A discussion of an operator precedence parsing technique that seems to only have a folklore existence. Some compiler writers seem to know about it, others not. I suspect it was once well-known but fell out of favour.
Operator precedence parsing is a technique commonly used to parse expressions in a computer programming language. It’s fairly easy to understand, easy to hand-write parsers for typical expression grammars, and is fairly quick. It’s very well known (for example, see [Brown] chapter 4.4). Almost certainly pioneered by Floyd: “Syntactic analysis and operator precedence,” Journal of the Association for Computing Machinery 10 (1963), 316-333 (continuing the theme of moaning about the ACM I should point out that I can’t get a copy).
Operator precedence comes down to a way of resolving the ambiguity in an expression like “A e B f C” . Should e bind more tightly, like this “(A e B) f C”, or should f bind more tightly, like this “A e (B f C)”?
Operator precedence works by assigning a precedence (usually a small integer) to each operator, like + or *. Consider the situation when we have read “A e B” and f is the next token. We have two choices: we can either reduce “A e B” (equivalent to making e bind more tightly than f); or, we can shift f (equivalent to making f bind more tightly). To decide, we compare the precedence of e and f; we shift if f has higher precedence than e.
(This idea of assigning a numerical precedence is a less general form of consulting a table to determine if f has higher precedence than e; I don’t discuss that here.)

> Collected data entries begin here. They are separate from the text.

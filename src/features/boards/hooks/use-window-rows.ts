import { useLayoutEffect, useRef, useState } from 'react';
import { useWindowVirtualizer } from '@tanstack/react-virtual';

/** Rows from which a board's chips and table draw only those near the view (a demo board draws all). */
export const VIRTUAL_FROM_ROWS = 120;

/**
 * A long list of rows drawn only near the window's view (TanStack Virtual, the window scrolling): a board of
 * 2,000 swatches through 4 looks is 8,000 chips, which a browser lays out slowly on every change. Rows are
 * measured as they are drawn (their heights vary with the merge notes), estimated at `estimatePx` before.
 * `on` is false for short lists, which draw every row as before (and stay findable by the page's search).
 */
export function useWindowRows<T extends HTMLElement>(count: number, estimatePx: number) {
  const ref = useRef<T | null>(null);
  const on = count > VIRTUAL_FROM_ROWS;
  const [scrollMargin, setScrollMargin] = useState(0);
  // where the list starts on the page: again whenever the page's layout changes (a list above folds open)
  useLayoutEffect(() => {
    const el = ref.current;
    if (!on || !el) return;
    const measure = () => setScrollMargin(Math.round(el.getBoundingClientRect().top + window.scrollY));
    measure();
    const seen = new ResizeObserver(measure);
    seen.observe(document.body);
    return () => seen.disconnect();
  }, [on]);
  const virtualizer = useWindowVirtualizer({ count: on ? count : 0, estimateSize: () => estimatePx, overscan: 6, scrollMargin });
  return { ref, on, virtualizer, items: virtualizer.getVirtualItems(), totalPx: virtualizer.getTotalSize(), scrollMargin };
}
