import { useMutation, useQueryClient } from '@tanstack/react-query';
import { api } from '../../../lib/api-client';
import { looksQueryOptions } from './get-looks';
import { apiPaths } from '../../../lib/paths';

export const deleteLook = ({ pid, id }: { pid: number; id: number }) => api.delete<void>(apiPaths.production(pid).look(id).root());
export function useDeleteLook(pid: number) {
  const qc = useQueryClient();
  return useMutation({ mutationFn: deleteLook, onSuccess: () => qc.invalidateQueries({ queryKey: looksQueryOptions(pid).queryKey }) });
}
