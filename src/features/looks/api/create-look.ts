import { useMutation, useQueryClient } from '@tanstack/react-query';
import { api } from '../../../lib/api-client';
import type { LookCreateInput, LookView } from '../../../../shared/schemas/look';
import { looksQueryOptions } from './get-looks';
import { apiPaths } from '../../../lib/paths';

export const createLook = ({ pid, ...input }: LookCreateInput & { pid: number }) => api.post<{ look: LookView }>(apiPaths.production(pid).looks(), input);
export function useCreateLook(pid: number) {
  const qc = useQueryClient();
  return useMutation({ mutationFn: createLook, onSuccess: () => qc.invalidateQueries({ queryKey: looksQueryOptions(pid).queryKey }) });
}
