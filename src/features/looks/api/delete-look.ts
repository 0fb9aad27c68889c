import { useMutation, useQueryClient } from '@tanstack/react-query';
import { api } from '../../../lib/api-client';
import { looksQueryOptions } from './get-looks';

export const deleteLook = ({ pid, id }: { pid: number; id: number }) => api.delete<void>(`/api/productions/${pid}/looks/${id}`);
export function useDeleteLook(pid: number) {
  const qc = useQueryClient();
  return useMutation({ mutationFn: deleteLook, onSuccess: () => qc.invalidateQueries({ queryKey: looksQueryOptions(pid).queryKey }) });
}
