import { keepPreviousData, queryOptions, useQuery } from '@tanstack/react-query';
import { api } from '../../../lib/api-client';
import { apiPaths } from '../../../lib/paths';
import type { LightBudgetAnswer, LightBudgetRequest } from '../../../../shared/schemas/look';
import { looksQueryOptions } from './get-looks';

/** POST …/looks/light-budget: the light each look needs against the first (docs/api-exposure.md). */
export const getLightBudget = (pid: number, input: LightBudgetRequest, signal?: AbortSignal) =>
  api.post<LightBudgetAnswer>(`${apiPaths.production(pid).looks()}/light-budget`, input, { signal });
/** Under the looks' key, so a changed look refreshes it; nothing is asked for an empty list. */
export const lightBudgetQueryOptions = (pid: number, input: LightBudgetRequest) =>
  queryOptions({
    queryKey: [...looksQueryOptions(pid).queryKey, 'light-budget', input],
    queryFn: ({ signal }) => getLightBudget(pid, input, signal),
    enabled: pid > 0 && input.lookIds.length > 0,
    placeholderData: keepPreviousData,
    retry: false,
  });
export const useLightBudget = (pid: number, input: LightBudgetRequest) => useQuery(lightBudgetQueryOptions(pid, input));
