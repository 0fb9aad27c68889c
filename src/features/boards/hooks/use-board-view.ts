import { useEffect, useMemo, useState } from 'react';
import { useSearchParams } from 'react-router-dom';
import type { BoardView } from '../../../../shared/schemas/board';
import type { SwatchView } from '../../../../shared/schemas/swatch';
import { useBoardTones } from '../api/get-board-tones';
import { boardRows, shownLooksOf, sortRows, swatchName, type BoardSort } from '../lib/board-rows';

/**
 * A board as it is being looked at: the looks and merge thresholds chosen (starting from the saved ones),
 * the tones computed for them, and the rows joined with the swatches and ordered for the chips.
 */
export function useBoardView(pid: number, b: BoardView | undefined, swatches: readonly SwatchView[] | undefined) {
  const [lookIds, setLookIds] = useState<number[]>([]);
  const [thresholds, setThresholds] = useState({ mergeStops: 1 / 3, mergeDeltaE: 10 });
  // the chosen order is kept in the address (?sort=…&by=<look id>), so it survives a reload, a link and the way back
  const [search, setSearch] = useSearchParams();
  const sortParam = search.get('sort');
  const sort: BoardSort = sortParam === 'name' || sortParam === 'eye' ? sortParam : 'tone';
  const sortLook = Number(search.get('by') ?? 0) || 0;
  const setParam = (k: string, v: string | null) => setSearch((q) => { const n = new URLSearchParams(q); if (v === null) n.delete(k); else n.set(k, v); return n; }, { replace: true });
  const setSort = (s: BoardSort) => setParam('sort', s === 'tone' ? null : s);
  const setSortLook = (id: number) => setParam('by', id ? String(id) : null);
  useEffect(() => {
    if (b) {
      setLookIds(b.lookIds);
      setThresholds({ mergeStops: b.mergeStops, mergeDeltaE: b.mergeDeltaE });
    }
  }, [b]);
  const tones = useBoardTones(pid, b ? b.id : 0, { looks: lookIds.length ? lookIds : undefined, ...thresholds });
  const data = tones.data?.tones;
  const swatchById = useMemo(() => new Map((swatches ?? []).map((s) => [s.id, s])), [swatches]);
  const shownLooks = useMemo(() => shownLooksOf(data?.looks ?? [], lookIds), [data, lookIds]);
  const orderLook = shownLooks.find((l) => l.lookId === sortLook) ?? shownLooks[0];
  const rows = useMemo(() => (b && data ? boardRows(b.swatchIds, swatchById, shownLooks) : []), [b, data, shownLooks, swatchById]);
  const ordered = useMemo(() => sortRows(rows, sort, orderLook?.lookId), [rows, sort, orderLook]);
  return {
    lookIds, setLookIds, thresholds, setThresholds, sort, setSort, setSortLook,
    tones, data, swatchById, nameOf: (id: number) => swatchName(swatchById, id), shownLooks, orderLook, rows, ordered,
  };
}
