import { queryOptions, useQuery } from '@tanstack/react-query';
import { api } from '../../../lib/api-client';
import type { LookView } from '../../../../shared/schemas/look';

export const getLooks = (pid: number) => api.get<{ looks: LookView[] }>(`/api/productions/${pid}/looks`);
export const looksQueryOptions = (pid: number) => queryOptions({ queryKey: ['productions', pid, 'looks'], queryFn: () => getLooks(pid), enabled: pid > 0 });
export const useLooks = (pid: number) => useQuery(looksQueryOptions(pid));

Consider what we should do when e and f are the same, a + b + c or a :: b :: c for example. Should “A @ B @ C” be “(A @ B) @ C” or “A @ (B @ C)”? We assign an associativity with each operator which is either left or right. Left-associative operators group like “(A @ B) @ C”, right-associative operators group like “A @ (B @ C)”. A common way of implementing this in a operator precedence scheme is to give each operator two precedences, a left-precedence, lp, and a right-precedence, rp. When parsing “A e B f C” we compare rp(e) with the lp(f). The usual rule is to reduce unless rp(e) < lp(f). An operator is left-associative when its left- and right- precedences are equal (or when rp > lp, but that’s not so common), and is right-associative when the rp < lp. By the way, it’s easy to get all these left and rights confused and most of them are only conventional.

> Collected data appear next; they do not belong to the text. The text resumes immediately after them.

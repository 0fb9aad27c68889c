import { keepPreviousData, queryOptions, useQuery } from '@tanstack/react-query';
import { api } from '../../../lib/api-client';
import type { LookTones } from '../../../../shared/schemas/board';
import type { LookAnalysis, LookAnalyseInput } from '../../../../shared/schemas/look';
import { looksQueryOptions } from './get-looks';
import { apiPaths } from '../../../lib/paths';

export interface AnalyseAnswer {
  analysis: LookAnalysis;
  board: { tones: LookTones; swatches: { id: number; name: string; hex: string; estimated: boolean }[] } | null;
}
export const analyseLook = (pid: number, input: LookAnalyseInput, signal?: AbortSignal) =>
  api.post<AnalyseAnswer>(apiPaths.production(pid).analyseLook(), input, { signal });
/**
 * The analysis of an unsaved look (the bench while it is edited), computed on the server. The caller
 * debounces the input; the previous answer stays on screen while the next one is computed.
 */
export const analyseLookQueryOptions = (pid: number, input: LookAnalyseInput | null) =>
  queryOptions({
    queryKey: [...looksQueryOptions(pid).queryKey, 'analyse', input],
    queryFn: ({ signal }) => analyseLook(pid, input!, signal),
    enabled: pid > 0 && input !== null,
    placeholderData: keepPreviousData,
    staleTime: 60_000,
    retry: false,
  });
export const useAnalyseLook = (pid: number, input: LookAnalyseInput | null) => useQuery(analyseLookQueryOptions(pid, input));
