import { queryOptions, useQuery, useQueries } from '@tanstack/react-query';
import { api } from '../../../lib/api-client';
import type { LookAnalysis } from '../../../../shared/schemas/look';
import { lookQueryOptions } from './get-look';
import { apiPaths } from '../../../lib/paths';

export const getLookAnalysis = (pid: number, id: number) => api.get<{ analysis: LookAnalysis }>(apiPaths.production(pid).look(id).analysis());
export const lookAnalysisQueryOptions = (pid: number, id: number) =>
  queryOptions({ queryKey: [...lookQueryOptions(pid, id).queryKey, 'analysis'], queryFn: () => getLookAnalysis(pid, id), enabled: pid > 0 && id > 0 });
export const useLookAnalysis = (pid: number, id: number) => useQuery(lookAnalysisQueryOptions(pid, id));
/** Analyses of several looks at once (compare). */
export const useLookAnalyses = (pid: number, ids: number[]) => useQueries({ queries: ids.map((id) => lookAnalysisQueryOptions(pid, id)) });
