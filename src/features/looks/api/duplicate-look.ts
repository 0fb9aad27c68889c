import { useMutation, useQueryClient } from '@tanstack/react-query';
import { api } from '../../../lib/api-client';
import type { LookView } from '../../../../shared/schemas/look';
import { looksQueryOptions } from './get-looks';
import { apiPaths } from '../../../lib/paths';

export const duplicateLook = ({ pid, id, name }: { pid: number; id: number; name?: string }) =>
  api.post<{ look: LookView }>(apiPaths.production(pid).look(id).duplicate(), name ? { name } : {});
export function useDuplicateLook(pid: number) {
  const qc = useQueryClient();
  return useMutation({ mutationFn: duplicateLook, onSuccess: () => qc.invalidateQueries({ queryKey: looksQueryOptions(pid).queryKey }) });
}
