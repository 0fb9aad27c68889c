import { queryOptions, useQuery } from '@tanstack/react-query';
import { api } from '../../../lib/api-client';
import type { LookView } from '../../../../shared/schemas/look';
import { apiPaths } from '../../../lib/paths';

export const getLooks = (pid: number) => api.get<{ looks: LookView[] }>(apiPaths.production(pid).looks());
export const looksQueryOptions = (pid: number) => queryOptions({ queryKey: ['productions', pid, 'looks'], queryFn: () => getLooks(pid), enabled: pid > 0 });
export const useLooks = (pid: number) => useQuery(looksQueryOptions(pid));
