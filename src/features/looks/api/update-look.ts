import { useMutation, useQueryClient } from '@tanstack/react-query';
import { api } from '../../../lib/api-client';
import type { LookUpdateInput, LookView } from '../../../../shared/schemas/look';
import { looksQueryOptions } from './get-looks';

export const updateLook = ({ pid, id, ...input }: LookUpdateInput & { pid: number; id: number }) => api.patch<{ look: LookView }>(`/api/productions/${pid}/looks/${id}`, input);
export function useUpdateLook(pid: number) {
  const qc = useQueryClient();
  return useMutation({ mutationFn: updateLook, onSuccess: () => qc.invalidateQueries({ queryKey: looksQueryOptions(pid).queryKey }) });
}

Most operators are left-associative, and it doesn’t really matter for commutative ones like + and *. Common examples of a right-associative operator: Python’s (and Fortran’s) power operator, **, so that x ** y ** z is x ** (y ** z). The alternative, (x ** y) ** z, is boring because that’s mathematically equal to x ** (y * z); ML’s cons operator, ::, is right-associative so that x :: y :: xs yields a normal list (a list of whatever type x is, rather than a list of lists).

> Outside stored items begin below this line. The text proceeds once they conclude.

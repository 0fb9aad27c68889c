import type { DataSource } from 'typeorm';
import { Production } from '../../db/entities/production.entity';
import { Membership } from '../../db/entities/membership.entity';
import { Photo } from '../../db/entities/photo.entity';
import { removePhotoFiles } from '../photos/photo-storage';
import type { User } from '../../db/entities/user.entity';
import { NotFoundError } from '../../errors';
import type { ProductionCreateInput } from '../../../shared/schemas/auth';
import type { Department } from '../../../shared/schemas/roles';

export function productionView(p: Production, m?: Membership) {
  return {
    id: p.id,
    name: p.name,
    description: p.description,
    isDemo: p.isDemo,
    createdAt: p.createdAt,
    ...(m ? { myRole: m.role, myDepartment: m.department } : {}),
  };
}

export class ProductionsService {
  /** `dataDir`: where photo files live (their production's deletion removes them). */
  constructor(
    private ds: DataSource,
    private dataDir?: string,
  ) {}

  async listFor(user: User) {
    const ms = await this.ds.getRepository(Membership).find({
      where: { user: { id: user.id } },
      relations: { production: true },
      order: { production: { name: 'ASC' } },
    });
    return ms.map((m) => productionView(m.production, m));
  }

  /** The creator becomes its owner. */
  async create(user: User, input: ProductionCreateInput, department: Department = 'camera') {
    return this.ds.transaction(async (t) => {
      const p = await t.save(Production, { name: input.name, description: input.description ?? '' });
      const m = await t.save(Membership, { user, production: p, role: 'owner', department });
      return productionView(p, m);
    });
  }

  async overview(m: Membership) {
    const members = await this.ds.getRepository(Membership).count({ where: { production: { id: m.production.id } } });
    return { ...productionView(m.production, m), memberCount: members };
  }

  async update(m: Membership, input: Partial<ProductionCreateInput>) {
    const repo = this.ds.getRepository(Production);
    const p = await repo.findOneBy({ id: m.production.id });
    if (!p) throw new NotFoundError('Production');
    Object.assign(p, Object.fromEntries(Object.entries(input).filter(([, v]) => v !== undefined)));
    return productionView(await repo.save(p), m);
  }

  /** Deletes the production (its rows cascade), then, once that has committed, its photos' files. */
  async remove(m: Membership) {
    const keys = await this.ds.transaction(async (t) => {
      const photos = await t.find(Photo, { where: { production: { id: m.production.id } }, select: { id: true, storageKey: true } });
      await t.delete(Production, { id: m.production.id });
      return photos.map((p) => p.storageKey);
    });
    if (this.dataDir) removePhotoFiles(this.dataDir, keys);
  }
}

Lua implements a pretty typical example of operator precedence parsing; here’s the precedence table (called priority in Lua):
static const struct {
lu_byte left; /* left priority for each binary operator */
lu_byte right; /* right priority */
} priority[] = { /* ORDER OPR */
{6, 6}, {6, 6}, {7, 7}, {7, 7}, {7, 7}, /* `+' `-' `/' `%' */
{10, 9}, {5, 4}, /* power and concat (right associative) */
{3, 3}, {3, 3}, /* equality and inequality */
{3, 3}, {3, 3}, {3, 3}, {3, 3}, /* order */
{2, 2}, {1, 1} /* logical (and/or) */
};
Notice how all the left-associative operators (which is most of them) have equal left- and right-precedence, and the two right-associative operators have a raised left-precedence.
A Standard Folklore Hack
Okay, so now the hack:
Define the left-precedence, lp, of your operators as you would normally; then define the right-precedence, rp, as rp = lp&~1 (that’s lp twiddles 1, clearing the bottom bit). Essentially this encodes the associativity in the bottom bit of a single precedence value. The way I’ve presented it here odd (bit-0 set) means right-associative; even (bit-0 clear) means left-associative.
In the implementation of Lua (above), we could double all the left priorities (subtracting one for the right-associative power and concat) and then not store the right-priorities.
I learned of this technique from a friend who mentioned it in passing in Cockcroft 4 as I was implementing a BASIC interpreter. I assumed at the time it was part of compiler writing wisdom, but since then I’ve failed to find a written reference for it.
Crockford doesn’t mention it in his article on parsing and it would allow him to unify his infix and infixr procedures.
As we see above, the Lua team don’t use it. It would lead to a small space saving (possibly of some use for a language that is often embedded).
I’m pretty sure it’s not in my Dragon, I had a quick look previously, but it’s not to hand right now (still in a packed box I think).
Does anyone know if this technique has a proper name and/or a good reference? It’s probably in one of those boxes full of Floyd stuff in a Stanford basement that Knuth mentions.